Gross total removal of tumors was achieved in 22 cases of 31 patients (71.0%), containing 17 cases of shwannomas, 3 cases of hemangiomas, 1 case of chondroma, 1 case of teratoma; subtotal removal in 6 cases (19.3%), including 3 cases of meningiomas, 1 case of pituitary adenoma, 1 case of chordoma, 1 case of metastatic carcinoma; partial removal in 3 cases (9.7%), comprising 1 case of meningioma, 1 case of recurrent shwannoma, 1 case of recurrent pituitary adenoma.
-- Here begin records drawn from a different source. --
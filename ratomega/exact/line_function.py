"""A rational function of x over Q or a quadratic field, from a numerator and known poles.

It is written f + g sqrt(d) with rational f and g. A pole that is not rational is joined by its conjugate, so that the
denominator is rational.
"""

from __future__ import annotations

from collections.abc import Mapping
from dataclasses import dataclass

from flint import fmpq_poly

from ratomega.exact.factored import Whole
from ratomega.exact.quadratic import Number, Quadratic, quadratic, rational_parts
from ratomega.exact.quadratic_poly import Poly, low_product, poly_of
from ratomega.exact.rational import ZERO, Rational
from ratomega.exact.rational_function import RationalFunction, function_of

__all__ = ["LineFunction", "root_power", "scaled", "times"]


@dataclass(frozen=True, slots=True)
class LineFunction:
    """rational + irrational * sqrt(radicand); over the rationals the second part is zero and the radicand 0."""

    rational: RationalFunction
    irrational: RationalFunction
    radicand: int

    @classmethod
    def make(
        cls, numerator: Poly, poles: Mapping[Whole, int], *, scale: int, symbol: str, radicand: int = 0
    ) -> LineFunction:
        """numerator(X) / prod (X - c)^poles[c] with X = scale x, as a function of x.

        >>> str(LineFunction.make(poly_of([1, 1]), {3: 2}, scale=2, symbol="x"))
        '(2*x + 1)/(2*x - 3)**2'
        """
        x = RationalFunction.symbol(symbol, (symbol,)) * scale
        denominator = RationalFunction.constant(1, (symbol,))
        for c, order in poles.items():
            if not isinstance(c, Quadratic):
                denominator = denominator * (x - c) ** order
                continue
            missing = order - poles.get(c.conjugate(), 0)
            if missing > 0:
                numerator = times(numerator, root_power(c.conjugate(), missing))
            if missing >= 0 and (missing > 0 or c.y > 0):
                denominator = denominator * ((x - c.x) ** 2 - c.y * c.y * c.d) ** order
        unit = Rational(1)
        columns: tuple[dict[tuple[int, ...], Rational], ...] = ({}, {})
        for n, coefficient in enumerate(numerator.coeffs()):
            for column, part in zip(columns, (*rational_parts(coefficient), ZERO), strict=False):
                column[(n,)] = part * unit
            unit = unit * scale
        parts = [function_of(column, denominator.numerator, (symbol,)) for column in columns]
        return cls(parts[0], parts[1], radicand)

    def at(self, x: Rational) -> Number:
        """The value at a rational point that is no pole."""
        (name,) = self.rational.symbols
        value, other = self.rational.at(**{name: x}), self.irrational.at(**{name: x})
        return quadratic(value, other, self.radicand) if self.radicand else value

    def is_polynomial(self) -> bool:
        return all(part.denominator.total_degree() == 0 for part in (self.rational, self.irrational))

    def degree(self) -> int:
        """The growth at infinity; -1 for the zero function."""
        (name,) = self.rational.symbols
        parts = (self.rational, self.irrational)
        return max((part.degree(name) for part in parts if not part.is_zero()), default=-1)

    def __str__(self) -> str:
        if self.irrational.is_zero():
            return str(self.rational)
        return f"{self.rational} + ({self.irrational})*sqrt({self.radicand})"


def times(left: Poly, right: Poly) -> Poly:
    """The whole product of two polynomials of one field."""
    return low_product(left, right, left.length() + right.length())


def scaled(poly: Poly, factor: Number) -> Poly:
    """The polynomial times a number of its field."""
    if isinstance(poly, fmpq_poly) and not isinstance(factor, Quadratic):
        return poly * factor
    return low_product(poly, poly_of([factor]), poly.length())


def root_power(c: Whole, exponent: int) -> Poly:
    """(X - c)^exponent."""
    result, base = poly_of([1]), poly_of([-c, 1])
    for _ in range(exponent):
        result = times(result, base)
    return result
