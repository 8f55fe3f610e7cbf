"""One rational function at many exact points: prepared once, then a few operations in C a point.

In one symbol, a point s = x + y sqrt(d) is a root of X^2 - 2x X + x^2 - d y^2, so that the remainder r_0 + r_1 X of a
polynomial modulo this one has its value r_0 + r_1 s. In several symbols Horner's scheme does it.
"""

from __future__ import annotations

from collections.abc import Sequence
from typing import Any

from flint import fmpq_poly, fmpz, fmpz_mpoly, fmpz_poly

from ratomega.exact.polynomials import evaluated
from ratomega.exact.quadratic import Number, Quadratic, quadratic, square_root
from ratomega.exact.rational import Rational
from ratomega.exact.rational_function import RationalFunction

__all__ = ["UNDETERMINED", "PointFunction"]

UNDETERMINED = "0/0: the value depends on how the point is approached"


class PointFunction:
    """A rational function made ready. ``at`` takes a point, a number for each symbol in their order, all of one field,
    that of the function where it has one.

    >>> a = RationalFunction.symbol("a", ("a",))
    >>> f = PointFunction(a / (a * a - 1) ** 2)
    >>> f.at([Rational(1, 2)]), str(f.at([quadratic(Rational(0), Rational(1, 2), -1)])), f.at([Rational(1)])
    (8/9, '8/25*sqrt(-1)', 'pole of order 2')
    """

    def __init__(self, function: RationalFunction) -> None:
        parts = function.polynomials() if function.radicand else function.polynomials()[:2]
        self._function = function
        self._parts: tuple[Any, ...] = tuple(map(_dense, parts)) if len(function.symbols) == 1 else parts

    def at(self, point: Sequence[Number]) -> Number | str:
        """The value; text that says what is there where there is none.

        A pole in one symbol comes with its order; in several, a point where numerator and denominator both vanish is
        told apart from a pole.
        """
        top, bottom = (_value(part, point) for part in self._parts[:2])
        if self._function.radicand:
            top = top + _value(self._parts[2], point) * square_root(self._function.radicand)
            if bottom == 0:
                # The denominator over the integers can vanish where that in lowest terms does not.
                top, bottom = self._function.factored_at(point)
        if bottom != 0:
            value: Number = top / bottom
            return value
        if len(point) > 1:
            return UNDETERMINED if top == 0 else "pole"
        if self._function.radicand:
            return f"pole of order {-self._function.valuation(point[0])}"
        return f"pole of order {_multiplicity(self._parts[1], point[0])}"


def _dense(poly: fmpz_mpoly) -> fmpz_poly:
    coefficients = {int(powers[0]): c for powers, c in poly.to_dict().items()}
    return fmpz_poly([coefficients.get(n, fmpz(0)) for n in range(max(coefficients, default=-1) + 1)])


def _value(part: Any, point: Sequence[Number]) -> Any:
    if not isinstance(part, fmpz_poly):
        return evaluated(part, point)
    where = point[0]
    if not isinstance(where, Quadratic):
        return part(where)
    rest = (fmpq_poly(part) % _minimal(where)).coeffs()
    rest += [Rational(0)] * (2 - len(rest))
    return quadratic(rest[0] + rest[1] * where.x, rest[1] * where.y, where.d)


def _minimal(where: Number) -> fmpq_poly:
    """The monic polynomial of lowest degree with this root."""
    if isinstance(where, Quadratic):
        return fmpq_poly([where.norm(), -2 * where.x, 1])
    return fmpq_poly([-where, 1])


def _multiplicity(poly: fmpz_poly, root: Number) -> int:
    """How often a root that the polynomial has is one."""
    rest, factor, times = fmpq_poly(poly), _minimal(root), 0
    while not (rest % factor).coeffs():
        rest, times = rest // factor, times + 1
    return times
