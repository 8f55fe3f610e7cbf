"""Exact power series with constant term, truncated at a length that the caller names.

A series is the list of its coefficients. Quadratic algorithms in exact rationals, except for products and compositions,
which go through ``fmpq_poly``.
"""

from __future__ import annotations

from collections.abc import Sequence

from flint import fmpq_poly

from ratomega.exact.rational import ONE, ZERO, Rational

__all__ = ["composed", "exponential", "logarithmic_derivative", "product", "reciprocal"]


def product(left: Sequence[Rational], right: Sequence[Rational], length: int) -> list[Rational]:
    """The first ``length`` coefficients of the product.

    >>> product([ONE, ONE], [ONE, -ONE], 3)
    [1, 0, -1]
    """
    return _padded(fmpq_poly(list(left)).mul_low(fmpq_poly(list(right)), length), length)


def _padded(poly: fmpq_poly, length: int) -> list[Rational]:
    known = poly.coeffs()[:length]
    return known + [ZERO] * (length - len(known))


def reciprocal(series: Sequence[Rational], length: int) -> list[Rational]:
    """1 / series for a series that starts with 1. Raises ``ValueError`` for any other constant term.

    >>> reciprocal([ONE, -ONE], 4)
    [1, 1, 1, 1]
    """
    if series[0] != 1:
        raise ValueError(f"the constant term is {series[0]}, not 1")
    result = [ONE]
    for n in range(1, length):
        last = min(n, len(series) - 1)
        result.append(-sum((series[k] * result[n - k] for k in range(1, last + 1)), ZERO))
    return result


def logarithmic_derivative(series: Sequence[Rational], length: int) -> list[Rational]:
    """x d/dx log(series), for a series that starts with 1.

    >>> logarithmic_derivative([ONE, -ONE], 4)
    [0, -1, -1, -1]
    """
    steps = [series[n] * n for n in range(min(length, len(series)))]
    return product(steps, reciprocal(series, length), length)


def exponential(slope: Sequence[Rational], length: int) -> list[Rational]:
    """The series f with f(0) = 1 and x f'/f = ``slope`` (a series without constant term).

    Exponents and powers meet here: f^c has c times the slope of f.

    >>> exponential([ZERO, ONE], 4)
    [1, 1, 1/2, 1/6]
    >>> exponential([c / 2 for c in logarithmic_derivative([ONE, ONE], 3)], 3)
    [1, 1/2, -1/8]
    """
    result = [ONE]
    for n in range(1, length):
        last = min(n, len(slope) - 1)
        result.append(sum((slope[k] * result[n - k] for k in range(1, last + 1)), ZERO) / n)
    return result


def composed(outer: Sequence[Rational], inner: Sequence[Rational], length: int) -> list[Rational]:
    """outer(inner(x)), for an inner series without constant term. Horner: ``length`` products.

    >>> composed([ONE, ONE, ONE], [ZERO, ONE, ONE], 4)
    [1, 1, 2, 2]
    """
    if inner and inner[0] != 0:
        raise ValueError("the inner series has a constant term")
    step = fmpq_poly(list(inner[:length]))
    result = fmpq_poly([])
    for index in range(min(len(outer), length) - 1, -1, -1):
        result = result.mul_low(step, length - index) + outer[index]
    return _padded(result, length)
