"""Integer polynomials in several symbols: contexts, parts, values, text. Terms are in lexicographic order."""

from __future__ import annotations

from collections.abc import Iterable, Mapping, Sequence
from typing import Any

from flint import Ordering, fmpq, fmpz, fmpz_mpoly, fmpz_mpoly_ctx

from ratomega.exact.rational import ZERO

__all__ = ["coefficients_in", "context_of", "evaluated", "joined_terms", "monomial_text", "poly_text"]


def context_of(symbols: Sequence[str]) -> fmpz_mpoly_ctx:
    return fmpz_mpoly_ctx.get(tuple(symbols), Ordering.lex)


def coefficients_in(poly: fmpz_mpoly, place: int) -> list[fmpz_mpoly]:
    """The coefficients of the powers of one symbol, as polynomials of all symbols."""
    parts: list[dict[tuple[int, ...], fmpz]] = [{} for _ in range(int(poly.degrees()[place]) + 1)] or [{}]
    for powers, c in poly.to_dict().items():
        rest = tuple(0 if n == place else int(e) for n, e in enumerate(powers))
        parts[int(powers[place])][rest] = c
    return [poly.context().from_dict(part) for part in parts]


def evaluated(poly: fmpz_mpoly, values: Sequence[Any]) -> Any:
    """The polynomial at numbers of any kind that add and multiply, symbol by symbol with Horner's scheme."""
    return _nested({tuple(int(e) for e in powers): c for powers, c in poly.to_dict().items()}, list(values))


def _nested(terms: Mapping[tuple[int, ...], fmpz], values: list[Any]) -> Any:
    if not values:
        return fmpq(terms.get((), fmpz(0)))
    rows: dict[int, dict[tuple[int, ...], fmpz]] = {}
    for powers, c in terms.items():
        rows.setdefault(powers[0], {})[powers[1:]] = c
    result: Any = ZERO
    for power in range(max(rows, default=-1), -1, -1):
        result = result * values[0]
        if power in rows:
            result = result + _nested(rows[power], values[1:])
    return result


def poly_text(poly: fmpz_mpoly) -> str:
    """An integer polynomial in Python syntax, leading term first.

    >>> poly_text(context_of(("a", "m")).from_dict({(2, 1): -3, (0, 1): 1, (0, 0): 4}))
    '-3*a**2*m + m + 4'
    """
    names = poly.context().names()
    return joined_terms(("-" if c < 0 else "+", monomial_text(str(abs(c)), names, e)) for e, c in poly.terms())


def monomial_text(size: str, names: Sequence[str], powers: Sequence[int]) -> str:
    """``size``, the text of a factor, times the powers of the symbols."""
    pieces = [f"{name}**{e}" if e > 1 else name for name, e in zip(names, powers, strict=True) if e]
    return "*".join(pieces if pieces and size == "1" else [size, *pieces])


def joined_terms(terms: Iterable[tuple[str, str]]) -> str:
    """(sign, text) of every term as a sum; "0" where there is none."""
    text = "".join(f" {sign} {body}" for sign, body in terms)
    return text[3:] if text.startswith(" + ") else f"-{text[3:]}" if text else "0"
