"""The values that a function takes: exact numbers, balls, complex numbers."""

from __future__ import annotations

from collections.abc import Mapping

from flint import acb, arb, fmpq

from ratomega.exact.quadratic import Number, Quadratic, as_number

__all__ = ["Value", "ball_value", "exact_values", "value_of"]

Value = Number | arb | acb | complex


def value_of(value: object, name: str) -> Value:
    """A value as it was given for a symbol; a float is taken as what it is. Raises ``InputError``."""
    if isinstance(value, (arb, acb)):
        return value
    if isinstance(value, (complex, float)) and not isinstance(value, bool):
        return complex(value)
    return as_number(value, name)


def exact_values(given: Mapping[str, Value]) -> list[Number]:
    """The exact ones among the values."""
    return [value for value in given.values() if isinstance(value, (fmpq, Quadratic))]


def ball_value(value: Value) -> arb | acb:
    """A number as a ball of the current precision."""
    if isinstance(value, (arb, acb)):
        return value
    if isinstance(value, complex):
        return acb(value.real, value.imag) if value.imag else arb(value.real)
    if isinstance(value, Quadratic):
        root = arb(abs(value.d)).sqrt()
        return arb(value.x) + arb(value.y) * root if value.d > 0 else acb(arb(value.x), arb(value.y) * root)
    return arb(value)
The symptoms of cranial never aggravated in 5 cases, the new postoperative cranial never palsy was observed in 7 cases. There was no surgical mortality, intracranial hematoma, intracranial infection and cerebrospinal fluid leakage cases, ect. Twenty-eight cases were followed up for more than 3 months (3 to 40 months), 1 case of chordoma had tumor progression; the nerve function was restored in 5 cases, among the 12 cases with postoperatively new occurred or deteriorated cranial nerve paralysis.

CONCLUSIONS

The pretemporal transcavernous approach can be used to resect tumors limited in cavernous sinus or tumors simultaneously involving the cavernous sinus and its vicinity areas, it can be individually tailored based on the extent and exposure of the tumor. This approach can improve the surgical results in terms of high tumor resection rate, less complication, is an ideal approach for cavernous sinus tumor resection.

摘要

目的

探讨颞前经海绵窦入路切除海绵窦区肿瘤的适应证,并根据肿瘤范围和手术需求设计个体化手术方案。

方法

回顾性分析2012年5月至2015年9月在中南大学湘雅医院神经外科采用个体化颞前经海绵窦入路手术治疗的31例海绵窦区肿瘤患者的临床资料、手术效果及并发症。其中男性13例,女性18例,年龄17~67岁,平均(41±14)岁。患者包括18例神经鞘瘤、4例脑膜瘤、3例海绵状血管瘤、2例侵袭性垂体腺瘤、1例脊索瘤、1例软骨瘤、1例复发性畸胎瘤、1例转移性鼻咽癌。术后第3个月进行首次随访,若MRI检查发现肿瘤进展或复发,则建议行伽玛刀治疗,患者每6个月随访1次,否则6个月后再次随访,之后每12个月随访1次。

结果

31例患者中,22例(71.0%)肿瘤全切除,包括17例神经鞘瘤、3例血管瘤、1例软骨瘤、1例畸胎瘤;6例(19.3%)次全切除,包括3例脑膜瘤、1例垂体腺瘤、1例脊索瘤、1例转移癌;3例(9.7%)部分切除,包括1例脑膜瘤、1例复发性神经鞘瘤、1例复发性垂体腺瘤。5例患者颅神经症状未加重,7例出现新的术后颅神经麻痹。无手术死亡、颅内血肿、颅内感染及脑脊液漏等情况。28例患者随访3个月以上(3~40个月),1例脊索瘤出现肿瘤进展;12例术后出现新的或加重的颅神经麻痹患者中,5例神经功能恢复。

结论

颞前经海绵窦入路可用于切除局限于海绵窦内或同时累及海绵窦及其邻近区域的肿瘤,可根据肿瘤范围和显露情况进行个体化设计。该入路肿瘤切除率高、并发症少,可提高手术效果,是切除海绵窦区肿瘤的理想入路。